看來,等一切塵埃落定,等雲妙音嫁入府中,也便是讓她消失之時了。
只不過,這樣的心思,他自然也不會讓雲妙涵知曉。
所以,當即冷冷一笑道:「好,我答應你。」
說完,便二話不說,直接大步離去,連一聲基本的招呼都沒打。
然而,雲妙涵卻是笑了起來。
其實讓他自己去查去審,比她親手將證據交給他要更令他信服。
所以,她剛好不用親自費盡心思去做這一切了。
至於那個碧喜,恭喜你,好日子過到頭了。
果然,不出她所料,晏辰郁回去之後,並沒有再去碧喜的房間,而是直奔書房,將親信叫過來,即刻便去追查。
而御史府內,晏季溫柔地送上晚安吻,又看著雲妙音沉沉地進入夢鄉之後,便也隨即離開,去連夜為了此事奔波。

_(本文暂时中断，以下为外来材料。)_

def test_zero_cut_is_no_cut_bit_for_bit():
    """cut_deg = 0 (as a zero width or as the fixed value 0) leaves every number of the run
    as it is without the key (common practice: an absent tolerance is exactly zero)."""
    base = "thickness_um = { sigma = 0.3 }\ntilt_deg = { sigma = 3 }\n"
    ref = tolerance.run(study(base), samples=1024)
    for extra in ("cut_deg = { sigma = 0 }", "cut_deg = { low = 0, high = 0 }"):
        got = tolerance.run(study(base + extra), samples=1024)
        for k in ref.data_vars:
            x, y = ref[k].values, got[k].values
            if x.dtype.kind in "fc":
                np.testing.assert_array_equal(x, y, err_msg=k)


def test_multi_order_plate_feels_the_cut_and_zero_order_does_not():
    """The cut shortens each plate's retardance by about δ·sin²κ [BW] (to leading order), so a
    12th-order plate (δ ≈ 12.25 waves) loses ~49 times what a zero-order one (0.25 wave) does:
    at κ ~ 1.5° that is ~0.008 wave (axial ratio ~0.95) against ~2e-4 wave; an axial ratio of
    0.98 needs |κ| below ~0.9° for the multi-order plate (closed form, derived here: b/a =
    tan(45° − πε) for a retardance error of ε wave, ε = 12.25·sin²κ).  The sensitivity machinery
    names the cut dominant for the multi-order plate and shows it in the grid."""
    s = study("cut_deg = { sigma = 1.5 }\nclocking_deg = { sigma = 0.1 }")
    ds = tolerance.run(s)
    assert "cut" in ds["tolerance_name"].values.tolist()
    alone = ds["sensitivity_alone"].sel(tolerance_name="cut")
    gain = ds["margin_gain"].sel(tolerance_name="cut")
    assert float(alone.sel(candidate="zero")) > 0.99
    assert float(alone.sel(candidate="multi")) < 0.9
    assert float(gain.sel(candidate="multi")) > 20 * float(gain.sel(candidate="zero"))
    assert str(ds["dominant"].sel(candidate="multi").values) == "cut"
    # the retardance spread at the design wavelength: ~49 times wider, within a factor 2
    w = int(np.argmin(np.abs(ds["wavelength"].values - 632.8)))
    sd = ds["retardance_std"].isel(wavelength=w)
    ratio = float(sd.sel(candidate="multi")) / float(sd.sel(candidate="zero"))
    assert 25 < ratio < 100, ratio


@pytest.mark.parametrize(
    "value, words",
    [
        ("{ sigma = 50 }", "reaches more than 45 deg"),
        ("{ sigma = -1 }", "cut_deg"),
        ('"1deg"', "cut_deg"),
        ("{ sigma = nan }", "cut_deg"),
    ],
)
def test_bad_cut_is_one_line_naming_the_field(value, words):
    with pytest.raises(RetolError) as exc:
        study(f"cut_deg = {value}")
    msg = str(exc.value)
    assert "\n" not in msg and "[tolerances].cut_deg" in msg and words in msg, msg


def test_a_cluster_run_carries_the_cut(monkeypatch):
    """The dask path (whole-block tasks) gives the local run's bits with a cut acting."""
    pytest.importorskip("distributed")
    from tolerance import cluster

    monkeypatch.setattr(cluster, "TASK_BLOCKS", 1)
    s = study("cut_deg = { sigma = 2 }\ntilt_deg = { sigma = 4 }")
    local = tolerance.run(s, samples=1024)
    with cluster.client(workers=1) as c:
        remote = tolerance.run(s, samples=1024, client=c)
    for k in local.data_vars:
        x, y = local[k].values, remote[k].values
        if x.dtype.kind in "fc":
            np.testing.assert_array_equal(x, y, err_msg=k)
    assert float(local["sensitivity_alone"].sel(tolerance_name="cut", candidate="multi")) < 1.0


def test_readme_spec_example_gives_a_cut():
    """README's "Spec files" example validates and carries ``cut_deg`` as written there
    (tolerance 0.5° read as 3 σ, the README's distribution rule)."""
    import re
    from pathlib import Path

    text = (Path(__file__).resolve().parents[1] / "README.md").read_text(encoding="utf-8")
    sec = re.search(r"^## Spec files\n(.*?)(?=^## )", text, re.S | re.M).group(1)
    block = re.search(r"```toml\n(.*?)```", sec, re.S).group(1)
    s = loads(block, "readme.toml")
    d = s.tolerances_for(s.candidates[0])["cut_deg"]
    assert d.kind == "normal" and d.sigma == pytest.approx(0.5 / 3)


@pytest.mark.parametrize("faces", [None, "{ reflectance = 0.0 }"], ids=["ideal", "faces"])
def test_source_lines_see_the_cut(faces):
    """A laser line off the grid's weights goes through the kernels' one-wavelength path: with a
    cut and a tilt its source-averaged state equals the grid's state at the same wavelength
    (to rounding), and differs from the uncut plate's (the cut acts there too)."""
    extra = f"faces = {faces}\n" if faces else ""
    spec = SPEC.replace('name = "multi"\n', 'name = "multi"\n' + extra)
    tol = "cut_deg = { sigma = 3 }\ntilt_deg = { sigma = 5 }"
    s = loads(spec.replace("TOLERANCES", tol), "cut.toml")
    plain = loads(spec.replace("TOLERANCES", "tilt_deg = { sigma = 5 }"), "cut.toml")
    got = []
    for st in (s, plain):
        eng = montecarlo.Engine(st)
        case = eng.cases[1]
        assert case.candidate.face_model.ideal == (faces is None)
        inputs, extra_ = montecarlo.sample_inputs(case, st, eng.draws, 0, 512)
        stats = eng._stats(None, 512, False, np.zeros(eng.grid.size))
        _, spec_st, des_st = eng._call(case, inputs, extra_, stats, 512)
        assert case.w_design == 1 and eng.spectrum.lines_nm.tolist() == [632.8]
        np.testing.assert_allclose(spec_st, des_st, atol=1e-12)
        got.append(spec_st)
    assert np.max(np.abs(got[0] - got[1])) > 1e-3
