def _attrs(eng, cases, mu, mlong) -> dict:
    study = eng.study
    mats = {}
    for c in cases:
        for la in c.plate.layers:
            m = la.material
            mats[m.name] = {
                "name": m.name,
                "source": m.source,
                "thermal_source": m.thermal_source,
                "valid_nm": [m.valid_min_nm, m.valid_max_nm],
            }
    return {
        "title": study.title,
        "spec": study.to_json(),
        "spec_path": str(study.spec_path),
        "spec_toml": str(study.source_text or ""),
        "seed": int(eng.seed),
        "samples": int(eng.samples),
        "chunk_size": int(eng.chunk),
        "version": __version__,
        "material_sources": json.dumps(list(mats.values())),
        "goal_state": study.goal.state,
        "goal_metric": study.goal.metric,
        # a goal gives min (larger is better) or max (smaller is better); goal_sense says which
        **(
            {"goal_max": float(study.goal.max), "goal_sense": "max"}
            if study.goal.sense == "max"
            else {"goal_min": float(study.goal.min)}
        ),
        "goal_over": study.goal.over,
        "metric_units": mu,
        "metric_long_name": mlong,
        "source_description": eng.spectrum.description,
        "confidence": float(study.run.confidence),
        "sampling": study.run.sampling,
        "replicates": int(getattr(eng, "replicates", 1)),
        "sampling_note": "; ".join(getattr(eng, "notes", ())),
        "acceptance_limit_waves": float(study.goal.acceptance_limit_waves),
        "nominal_temperature_c": float(study.environment.temperature_c),
        "command": "",
        "laser_caution": caution(
            str(study.source.table.get("shape", "")),
            [
                (c.plate.name, c.plate.construction, [la.material.name for la in c.plate.layers])
                for c in cases
            ],
        ),
        "Conventions": CF_CONVENTIONS,
        "polarization_conventions": CONVENTIONS,
        "goal_rule": goal_rule(study.goal.required_yield),
        **(
            {"goal_yield": float(study.goal.required_yield)}
            if study.goal.required_yield is not None
            else {}
        ),
    }


def to_dataset(eng, results, tol_keys) -> xr.Dataset:
    """Assemble the results Dataset from an :class:`~tolerance.montecarlo.Engine`'s per-candidate
    :class:`~tolerance.montecarlo.CandidateResult` records, labelled from :data:`SCHEMA`."""
    study = eng.study
    cases = eng.cases
    names = [c.plate.name for c in cases]
    tol_names = [short_name(k) for k in tol_keys]
    info = METRICS[study.goal.metric].extra
    mu, mlong = info["unit"], info["long_name"]
    env = study.environment
    temps = np.linspace(env.temperature_range[0], env.temperature_range[1], 61)
    tilts = np.linspace(0.0, env.tilt_max_deg, 41)
    azs = np.arange(0.0, 360.0, 7.5)
    short_results = [
        dataclasses.replace(
            r,
            sens_alone={short_name(k): v for k, v in r.sens_alone.items()},
            sens_without={short_name(k): v for k, v in r.sens_without.items()},
            margin_gain={short_name(k): v for k, v in r.margin_gain.items()},
        )
        for r in results
    ]
    values = {
        "source_spectrum": np.asarray(eng.spectrum.density, float),
        "source_weight": np.asarray(eng.spectrum.grid_weight, float),
        **_design_values(cases),
        "nominal_transmission": np.array([transmission(study.input, c.plate) for c in cases]),
        **_nominal_values(cases, results),
        **_sample_values(cases, results, study.run.quantiles),
        **_yield_values(short_results, tol_names),
        **_environment_values(study, cases, temps, tilts, azs),
        **_explain_values(results, tol_keys),
        **_mueller_values(eng, cases),
    }
    values.update(_decision_values(names, results, values))
    values.update(_goal_values(study, values))
    n_sens = int(results[0].sensitivity_samples)
    var_attrs = {
        "yield": {"confidence": study.run.confidence, "method": results[0].yield_method},
        "sobol_pass_total": {"base_samples": int(study.run.variance_samples)},
        "reject_rate": {"confidence": study.run.confidence},
        "sensitivity_alone": {"samples": n_sens},
        "sensitivity_without": {"samples": n_sens},
        "acceptance_half_angle": {"limit_waves": study.goal.acceptance_limit_waves},
    }
    L = max(len(c.plate.layers) for c in cases)
    coords = {
        "candidate": np.array(names, dtype=object),
        "wavelength": eng.grid,
        "quantile": np.asarray(study.run.quantiles, dtype=float),
        "sample": np.arange(eng.samples),
        "tolerance_name": np.array(tol_names, dtype=object),
        "stokes": np.array(["s1", "s2", "s3"], dtype=object),
        "layer": np.arange(L),
        "mueller_row": np.arange(4),
        "mueller_column": np.arange(4),
        "temperature": temps,
        "tilt": tilts,
        "tilt_azimuth": azs,
    }
    attrs = _attrs(eng, cases, mu, mlong)
    pick = recommended(names, values["rank"], values["meets_goal"])
    attrs["recommended"] = pick or ""  # netCDF attributes cannot be null: "" = none meets it
    return assemble(values, coords, attrs, study.goal.metric, var_attrs)


def _netcdf_image(ds: xr.Dataset):
    """The NetCDF file as bytes.  With dask installed xarray picks a write lock from the current
    dask scheduler (a distributed client's lock cannot guard an in-memory file), so the write
    runs under dask's synchronous scheduler; the grid's arrays are in memory anyway."""
    try:
        import dask
    except ImportError:
        return ds.to_netcdf(engine="h5netcdf", invalid_netcdf=False)
    with dask.config.set(scheduler="synchronous"):
        return ds.to_netcdf(engine="h5netcdf", invalid_netcdf=False)


def save_grid(ds: xr.Dataset, path) -> Path:
    """Write the grid as NetCDF (h5netcdf), atomically: a temporary file then a rename.

    The NetCDF image is built in memory and written with plain writes, because HDF5 that meets
    a full disk or a file-size limit mid-file prints errors and may crash the process; here a
    full disk is an ``OSError`` (ENOSPC, EFBIG) and the temporary file is removed.

    Raises
    ------
    OSError
        The file cannot be written (no space, file-size limit, permissions).
    """
    path = Path(path)
    path.parent.mkdir(parents=True, exist_ok=True)
    image = _netcdf_image(ds)
    fd, tmp = tempfile.mkstemp(prefix=".grid-", suffix=".nc.part", dir=path.parent)
    try:
        with os.fdopen(fd, "wb") as f:
            f.write(image)
            f.flush()
            os.fsync(f.fileno())
        os.replace(tmp, path)
    except BaseException:
        Path(tmp).unlink(missing_ok=True)
        raise
    return path


def load_grid(path) -> xr.Dataset:
    """Read a saved grid fully into memory."""
    from .errors import RetolError

    p = Path(path)
    if not p.is_file():
        raise RetolError(str(p), "no such grid file", "give the grid.nc a run wrote")
    try:
        with xr.open_dataset(p, engine="h5netcdf") as ds:
            return ds.load()
    except (OSError, ValueError) as exc:
        raise RetolError(
            str(p), f"cannot be read as a results grid ({exc})", "give the grid.nc a run wrote"
        ) from None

與此同時,御書房內,皇上看完了奏摺,深邃的眼眸凝了凝,終是吩咐道:「此案押後幾天再判,朕自有決斷。」
一晃幾天很快過去,季王府內,晏季難得有些焦慮地踱著步。
兩日之前便查到那紙張與真跡所用的紙張極為相似,從顏色上極難分辨,但好在有懂行之人,從材質上看出了些許的不同,從而推斷出有可能是江南水墨坊製作的紙張。
可難就難在,這江南水墨坊已經關門許久。
曾經的坊主據說已經不在人世,而其中可以判別並證明此紙為水墨坊製作的人也已經散落各地,短時間內很難找到。
可此案眼瞅著宣判在即,根本沒有那麼多的時間。
而這又是目前唯一的突破口,更是雲妙音唯一的希望。
他怎可以讓她失望?
正想著,就聽門外有腳步聲匆匆傳來。
晏季當即推門而出,看到來人時立即詢問:「可是有什麼消息?」
「正是。」親信飛快行了個禮道,「王爺,屬下雖暫時未找到江南水墨坊的人,但卻發現了京城有一處古老的文房四寶店,還有水墨坊的紙張在售賣。」
晏季眸光一閃:「那可有查到什麼線索?」
「屬下問了那店家,得知幾年前,他們進了許多水墨坊的貨,但因那紙張看上去比較顯舊,所以,很難出售,不過前幾日有人來買過幾張。」
晏季當即喜道:「很好,將那人的特徵呈上來,本王親自帶人去找。」
而與此同時,大皇子府內,親信卻在晏辰郁的身邊附耳道:「啟稟殿下,那偽造字畫之人,抓到了!」
晏辰郁的臉上立即浮出一抹志在必得的笑:「很好,那你現在就派人去御史府,給雲妙音傳個話,就說我這裡有洗脫雲御史清白的證據,讓她有興趣的話,今天申時去雲海樓與我見面。但是,不能告訴任何人,尤其是皇叔,否則,我不保證這證據還在不在。你們也盯好了。」
「是。」親信立即離去,將話帶到了御史府。
雲妙音看著手中的信箋,心中驚疑不定。
晏季行動那麼早,又查了這麼久,也只是有了一些眉目。
而晏辰郁又如何能這麼快地找到證據呢?
所以,她並不知這個一向心懷不軌之人,說的是不是真話。
可是,不知為什麼,她的直覺卻告訴她,晏辰郁如此勢在必得的態度,說不定真的掌握了什麼。
想到此,她的心不由緊了緊。
只考慮晏辰郁的為人,她這一趟根本不該去,更不該瞞著晏季獨自前往。
可萬一,他真的因此毀了那證據,那她豈不是害了她爹的性命?
雖然雲御史並非她這具靈魂的親爹,可他為自己做了那麼多,她又怎能棄他於不顧?